The road leads to Alston, which claims to be England’s highest market town, a charming little place with cobbled streets and quaint buildings. The A686 beyond Alston crosses another breathtaking expanse of windswept upland before running down to the River Allen's beautiful wooded gorge.
— Phil Llewellin, via Visit Cumbria

==Route==
The A686 begins at a roundabout with the A66 road and A6 road on the edge of Penrith, Cumbria, though it originally started in nearby Carleton at a crossroads with the former route of the A66. The road heads in a north-easterly direction crossing the River Eden before going through the village of Langwathby. It continues through Melmerby and across the Pennines before reaching the isolated market town of Alston.
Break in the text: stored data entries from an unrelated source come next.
def _spiral(out: Any, figs: bool, files: list[Any]) -> _Section:
    from .demo import STANDARD_GRAVITY
    from .elements import elements_of
    from .intrinsic import kinematics
    from .lineint import power as line_power
    from .lineint import work as line_work
    from .reparam import resample

    e = spiral_loop()
    lap = e.lap + 1  # laps are numbered from 1 in the report, its tables and figures
    k = kinematics(e.t, e.xy, method="smooth", tracks=lap)
    laps = len(e.lap_distance)
    lap_len = e.lap_length
    u = np.mod(e.distance, lap_len)
    half = np.mod(u, 0.5 * lap_len)  # position within each half of the loop
    arc = e.segment == "arc"
    arc_id = (u >= 0.5 * lap_len).astype(np.int64) + 2 * e.lap
    centre = _middle(arc, arc_id, 1.0 / 3.0)
    s0 = 0.5 * e.straight_length  # the entry clothoids start half a straight into each half
    entry = (half > s0 + 0.1 * e.spiral_length) & (half < s0 + 0.9 * e.spiral_length)
    slope = np.polyfit(half[entry] - s0, k.signed_curvature[entry], 1)[0]
    summary = k.summary_arrays()
    bends = k.turns()
    worst_bend = int(np.argmax(np.abs(bends.min_radius - e.bend_radius))) if len(bends) else 0
    lap_err = (summary["length"] - e.lap_distance) / e.lap_distance
    worst = int(np.argmax(np.abs(lap_err)))  # an index: lap worst + 1
    w = line_work(e.xy, e.force, t=e.t, tracks=lap, cumulative=True)
    w_err = (w.total - e.drag_work) / np.abs(e.drag_work)
    w_worst = int(np.argmax(np.abs(w_err)))
    power = line_power(e.t, e.xy, e.force, method="smooth", tracks=lap)
    # The element table of every lap: straights, circular arcs and clothoids.
    el = elements_of(k)
    design = _design_kinds()
    laps_in_order = sum(
        int(np.array_equal(el.kind[el.track == n], design)) for n in range(1, laps + 1)
    )  # three laps
    per_lap = np.stack(
        [np.bincount(el.kind[el.track == n], minlength=3) for n in range(1, laps + 1)]
    )
    arcs_off = int(np.argmax(np.abs(per_lap[:, 1] - 2)))  # an index: lap arcs_off + 1
    spirals_off = int(np.argmax(np.abs(per_lap[:, 2] - 4)))
    el_arc, el_spiral = el.kind == 1, el.kind == 2
    spacing = float(np.median(np.diff(k.arclength)[np.diff(lap) == 0]))
    spiral_tol = max(0.05, 2.0 * spacing / e.spiral_length)
    name = "electric vehicle"
    checks = [
        Check(
            name,
            "bend radius (median over the circular arcs)",
            "m",
            float(np.median(k.radius[arc])),
            e.bend_radius,
            0.02,
        ),
        Check(
            name,
            "bends found (turn table, two per lap)",
            "",
            float(len(bends)),
            float(2 * laps),
            0.0,
            relative=False,
        ),
        Check(
            name,
            "bend radius from the turn table (circle through the core, worst bend)",
            "m",
            float(bends.min_radius[worst_bend]) if len(bends) else float("nan"),
            e.bend_radius,
            0.02,
        ),
        Check(
            name,
            "clothoid rate dκ/ds (fit over the entry spirals)",
            "1/m²",
            float(slope),
            e.spiral_rate,
            0.05,
        ),
        Check(
            name,
            "a_n mid-bend (median, middle third of each arc)",
            "m/s²",
            float(np.median(k.accel_normal[centre])),
            float(np.median(e.accel_normal[centre])),
            0.03,
        ),
        Check(
            name,
            f"length of lap {worst + 1} (the worst lap)",
            "m",
            float(summary["length"][worst]),
            float(e.lap_distance[worst]),
            0.005,
        ),
        Check(
            name,
            f"work of the resistance force, lap {w_worst + 1} (the worst lap)",
            "J",
            float(w.total[w_worst]),
            float(e.drag_work[w_worst]),
            0.01,
        ),
        Check(
            name,
            f"circular arcs per lap (element table, lap {arcs_off + 1}: the worst)",
            "",
            float(per_lap[arcs_off, 1]),
            2.0,
            0.0,
            relative=False,
        ),
        Check(
            name,
            f"transition spirals per lap (element table, lap {spirals_off + 1}: the worst)",
            "",
            float(per_lap[spirals_off, 2]),
            4.0,
            0.0,
            relative=False,
        ),
        Check(
            name,
            "laps whose elements run straight, spiral, arc, spiral, straight (twice)",
            "",
            float(laps_in_order),
            float(laps),
            0.0,
            relative=False,
        ),
        Check(
            name,
            "arc radius (median over the element table's arcs)",
            "m",
            float(np.median(el.radius[el_arc])) if el_arc.any() else float("nan"),
            e.bend_radius,
            0.02,
        ),
        Check(
            name,
            "spiral parameter A (median over the element table's spirals; A² = RL)",
            "m",
            float(np.median(el.spiral_parameter[el_spiral])) if el_spiral.any() else float("nan"),
            float(np.sqrt(e.bend_radius * e.spiral_length)),
            0.05,
        ),
        Check(
            name,
            "spiral length (median over the element table's spirals)",
            "m",
            float(np.median(el.length[el_spiral])) if el_spiral.any() else float("nan"),
            e.spiral_length,
            spiral_tol,
        ),
    ]
    cols = _kinematics_columns(k, ("x", "y"), track="lap")
    cols.update(
        force_x=e.force[:, 0],
        force_y=e.force[:, 1],
        power=power,
        work=np.asarray(w.cumulative, dtype=float),
        true_speed=e.speed,
        true_curvature=e.curvature,
        true_work=e.cumulative_drag_work,
    )
    files.append(_write_table(out / "ev_samples", cols))
    r = resample(
        e.t,
        e.xy,
        step=1.0,
        method="smooth",
        tracks=lap,
        extra={"force_x": e.force[:, 0], "force_y": e.force[:, 1]},
    )
    rcols: dict[str, np.ndarray] = {"lap": np.asarray(r.tracks), "s": r.s, "t": r.t}
    rcols.update(x=r.position[:, 0], y=r.position[:, 1], **(r.extra or {}))
    files.append(_write_table(out / "ev_resampled", rcols))
    # ∫ P dt per lap (trapezoid), a consistency check of power against work.
    same = e.lap[1:] == e.lap[:-1]
    seg = np.where(same, 0.5 * (power[1:] + power[:-1]) * np.diff(e.t), 0.0)
    energy = np.bincount(e.lap[1:], weights=seg, minlength=laps)
    # The laps are cut at the start/finish line, mid-straight at the top speed: the crossing
    # falls between two logged rows, so each lap's rows span a little less than the loop.
    first = np.searchsorted(e.lap, np.arange(laps), side="left")
    crossing = e.speed[first] * float(np.median(np.diff(e.t)))
    straight = e.segment == "straight"
    frenet_gone = _undefined(k.normal, straight)
    text = f"""## 2. Electric vehicle: a loop with clothoid transitions

Scenario (invented, seed 5): a {e.mass:.0f} kg vehicle laps a {lap_len:.1f} m loop {laps} times:
{e.straight_length:.0f} m straights, clothoids (Euler spirals, curvature linear in arc length) of
{e.spiral_length:.0f} m, and circular arcs of radius {e.bend_radius:.0f} m, at 9 to 14 m/s. The
heading is the exact integral of the curvature and the positions are integrated from it
numerically (exact to about 1e-12 m). Positions are logged at about 20 Hz with clock jitter and
{e.noise * 100:.0f} cm noise per axis, and the resistance force (drag with CdA = {e.drag_area} m²
plus rolling resistance Crr = {e.rolling}) with {e.force_noise:.0f} N noise. {len(e.t)} samples,
one track per lap; laps are numbered 1 to {laps} here and in the tables (column `lap`; the `track`
of `summary.csv`){" and figures" if figs else ""}.

Lap lengths: the loop is {lap_len:.3f} m long by design, 2 × (straight + clothoid + πR). A lap's
true length below is the distance driven between its first and last logged rows,
{", ".join(f"{x:.2f}" for x in e.lap_distance)} m for laps 1 to {laps}. It is shorter because laps
start and end at the start/finish line in the middle of a straight, where the vehicle does
{e.speed[first].max():.0f} m/s and the log's rows are about {crossing.max():.1f} m apart: the part
of each crossing that falls between the last row of one lap and the first of the next belongs to
neither.

Method: `osc.kinematics(t, xy, method="smooth", tracks=lap)` (λ* for laps 1 to {laps}:
{", ".join(f"{x:.3g}" for x in _smoothing(k))}); work of the logged force by
`osc.work(xy, force, t=t, tracks=lap, cumulative=True)` (trapezoid rule; estimated quadrature error
{", ".join(f"{x:.2g}" for x in w.error)} J per lap); power F·v by `osc.power(..., method="smooth")`,
whose time integral per lap ({", ".join(f"{x / 1e3:.2f}" for x in energy)} kJ) agrees with the work
({", ".join(f"{x / 1e3:.2f}" for x in w.total)} kJ; true
{", ".join(f"{x / 1e3:.2f}" for x in e.drag_work)} kJ); points every metre along each lap by
`osc.resample(t, xy, step=1.0, method="smooth", tracks=lap, extra=force)` ({len(r)} points).

{_table(checks)}

Frames: the Frenet normal is undefined at {frenet_gone} of the {int(straight.sum())} samples on
the straights, where the curvature is within the noise of zero (STRAIGHT); where the noise lets it
be defined there, it may point to either side.

Elements: `osculate.elements.elements_of(k)` cuts each lap's curvature diagram into straights,
circular arcs and clothoids and fits the chain to the logged positions ({len(el)} elements over
the {laps} laps; RMS distance of the samples from the chain {100 * float(np.median(el.rms)):.1f} cm,
median over the elements, against the {e.noise * 100:.0f} cm noise). By construction each lap
runs half a straight, then twice spiral → arc → spiral → straight, the last straight halved:
2 arcs and 4 spirals per lap, counted exactly. The arcs' radius is checked against the
{e.bend_radius:.0f} m of the design to 2 %, the spirals' parameter A against √(R·L) =
{np.sqrt(e.bend_radius * e.spiral_length):.3f} m (A² = R·L, the clothoid's usual parameter) to
5 %, and their length against {e.spiral_length:.0f} m to the larger of 5 % and two sample
spacings (2 × {spacing:.2f} m = {100 * 2 * spacing / e.spiral_length:.1f} %): where a spiral
ends is blurred by the smoothing, which rounds the corners of the curvature diagram. Element
tables are reconstructions from logged data, describing how the loop was driven: design values
(radii, spiral parameters, lengths) are decided by local codes and licensed engineers.
"""
    figures: list[_Figure] = []
    if figs:
        from . import plot

        lap1 = e.lap == 0
        p = plot.path(
            k,
            color="curvature",
            frames_every=40.0,
            title="Electric vehicle: loop coloured by estimated curvature",
        )
        _lap_legends(p.figure)
        figures.append(
            _Figure(
                _save(p, out / "ev_path.png"),
                "Electric vehicle: the loop coloured by estimated curvature, with the Frenet "
                "frame every 40 m (none where the normal is undefined).",
            )
        )
        p = plot.profile(
            k,
            quantities=["speed", "curvature", "accel_tangential", "accel_normal"],
            title="Electric vehicle: profiles along each lap",
        )
        s_lap = e.distance[lap1] - e.distance[lap1][0]
        _truth(p.axes[0], s_lap, e.speed[lap1], "true v (lap 1)")
        _truth(p.axes[1], s_lap, np.abs(e.curvature[lap1]), "true κ (lap 1)")
        _truth(p.axes[2], s_lap, e.accel_tangential[lap1], "true a_t (lap 1)")
        _truth(p.axes[3], s_lap, e.accel_normal[lap1], "true a_n (lap 1)")
        _lap_legends(p.figure)
        figures.append(
            _Figure(
                _save(p, out / "ev_profile.png"),
                f"Electric vehicle: speed, curvature, a_t and a_n along laps 1 to {laps} with "
                "95 % bands, the truth of lap 1 dashed; shaded: flagged samples.",
            )
        )
        p = plot.curvature(
            k,
            el,
            tracks=[1],
            title="Electric vehicle: curvature diagram of lap 1 and its fitted elements",
        )
        _truth(p.axes, s_lap, e.curvature[lap1], "true κ (lap 1)", loc="upper right")
        _lap_legends(p.figure)
        figures.append(
            _Figure(
                _save(p, out / "ev_curvature.png"),
                "Electric vehicle: signed curvature along lap 1 with its 95 % band, the fitted "
                "elements over it (straights at 0, arcs constant, spirals linear; spans shaded "
                "by kind) and the truth dashed.",
            )
        )
        p = plot.gg(k, limits=[DEMO_LIMIT], title="Electric vehicle: acceleration share")
        # The truth of lap 1: lateral acceleration v²κ (signed, left turns positive) and a_t, in g.
        lateral = e.speed[lap1] ** 2 * e.curvature[lap1] / STANDARD_GRAVITY
        _truth(
            p.axes,
            lateral,
            e.accel_tangential[lap1] / STANDARD_GRAVITY,
            "truth (lap 1)",
            loc="lower left",
        )
        _lap_legends(p.figure)
        figures.append(
            _Figure(
                _save(p, out / "ev_gg.png"),
                "Electric vehicle: g-g diagram, longitudinal a_t against lateral acceleration in "
                f"g, the truth of lap 1 dashed, with one reference circle at {DEMO_LIMIT[0]} g "
                "drawn only to show how a limit is labelled.",
            )
        )
        p = plot.work(
            k,
            values=w.cumulative,
            truth=e.cumulative_drag_work,  # the true cumulative work at every row, dashed
            title="Electric vehicle: work of the logged resistance force, per lap",
        )
        _lap_legends(p.figure)
        figures.append(
            _Figure(
                _save(p, out / "ev_work.png"),
                f"Electric vehicle: cumulative work of the logged resistance force along laps 1 to "
                f"{laps}, with each lap's total, and the true work dashed.",
            )
        )
        files += [fig.path for fig in figures]
    return _Section(checks, text, k, figures)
It meets the A689 road (to Brampton and Bishop Auckland) and then crosses the border into Northumberland. It continues past the villages of Ninebanks, Bearsbridge and Whitfield. It meets the B6305 road to Hexham, and 3.1 mi later terminates at its junction with the A69 road just east of Haydon Bridge.

== Hartside Cafe ==
Unfortunately, England's highest Cafe experienced a severe fire back in 2018 and has since been entirely demolished. There is widespread demand for a re-construction project to take place at this iconic motoring viewpoint, yet plans are yet to get off the ground. Overlooking Cumbria's Eden Valley, with a 20-mile view NW to the Solway Firth on a clear day, this Cafe was once an iconic stopping off point for those travelling across the North Pennines. The view is still spectacular, and motorists still often take a break at the car park.

== Winter ==
During the deep winter, heavy snow and black ice often makes the high points of the A686 treacherous. After heavy snow, the road may be closed.